*TASK INPUTS*:

== Segment start ==

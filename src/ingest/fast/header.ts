import fs from "node:fs";
import { describeBinaryContent, describeHeaderProblem, SNIFF_BYTES, type ColumnRequest } from "../readCsv.ts";
import type { ScanLayout } from "./scanLines.ts";

/** The header of a plain numeric CSV file and where its data begin. */
export interface PlainHeader {
  names: string[];
  /** Byte offset of the first line after the header. */
  dataStart: number;
  /** Lines up to and including the header (comments and empty lines count). */
  headerLines: number;
  layout: ScanLayout;
}

const decoder = new TextDecoder("utf-8");

/**
 * Read the header of a file for the fast path, or return null when the file
 * needs the reference reader (not text, quoted or oddly delimited header,
 * repeated or missing columns, no header at all): the reference reader then
 * either reads it or words the problem.
 */
export function plainHeader(fd: number, fileSize: number, label: string, requests: ColumnRequest[]): PlainHeader | null {
  const head = Buffer.allocUnsafe(Math.min(SNIFF_BYTES, fileSize));
  const got = fs.readSync(fd, head, 0, head.length, 0);
  const bytes = head.subarray(0, got);
  if (describeBinaryContent(label, bytes) !== null) return null;
  let pos = bytes[0] === 0xef && bytes[1] === 0xbb && bytes[2] === 0xbf ? 3 : 0;
  let line = 0;
  while (pos < bytes.length) {
    const nl = bytes.indexOf(10, pos);
    if (nl < 0) return null; // no complete header line in the first block
    line++;
    let end = nl;
    if (end > pos && bytes[end - 1] === 13) end--;
    if (end === pos || bytes[pos] === 35) {
      pos = nl + 1;
      continue;
    }
    const text = decoder.decode(bytes.subarray(pos, end));
    if (/["\r]/.test(text) || /^\s*#/.test(text) || text.trim() === "") return null;
    const names = text.split(",").map((h) => h.trim());
    if (describeHeaderProblem(label, line, names) !== null) return null;
    const layout = layoutFor(names, requests, end < nl);
    if (layout === null) return null;
    return { names, dataStart: nl + 1, headerLines: line, layout };
  }
  return null;
}

/** Slots in request order (each column once); null when a required column is missing or asked twice. */
function layoutFor(names: string[], requests: ColumnRequest[], crlf: boolean): ScanLayout | null {
  const slotOfField = new Int32Array(names.length).fill(-1);
  const slotNames: string[] = [];
  for (const request of requests) {
    const field = names.indexOf(request.column);
    if (field < 0) {
      if (request.optional) continue;
      return null;
    }
    if (slotOfField[field] >= 0) return null;
    slotOfField[field] = slotNames.length;
    slotNames.push(request.column);
  }
  return { fieldCount: names.length, slotOfField, slotNames, crlf, delimiter: 44, decimal: 46, countedBy: "header", noun: "CSV" };
}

== Segment end ==

*INSTRUCTIONS FOR THE TASK*:
Look back at the data above. Transcribe exactly the lines starting at the line that contains "while (pos <" and ending at the line that contains "const text = decoder.decode(bytes.subarray(pos, end));".

*PROBLEM SOLUTION*:
  while (pos < bytes.length) {
    const nl = bytes.indexOf(10, pos);
    if (nl < 0) return null; // no complete header line in the first block
    line++;
    let end = nl;
    if (end > pos && bytes[end - 1] === 13) end--;
    if (end === pos || bytes[pos] === 35) {
      pos = nl + 1;
      continue;
    }
    const text = decoder.decode(bytes.subarray(pos, end));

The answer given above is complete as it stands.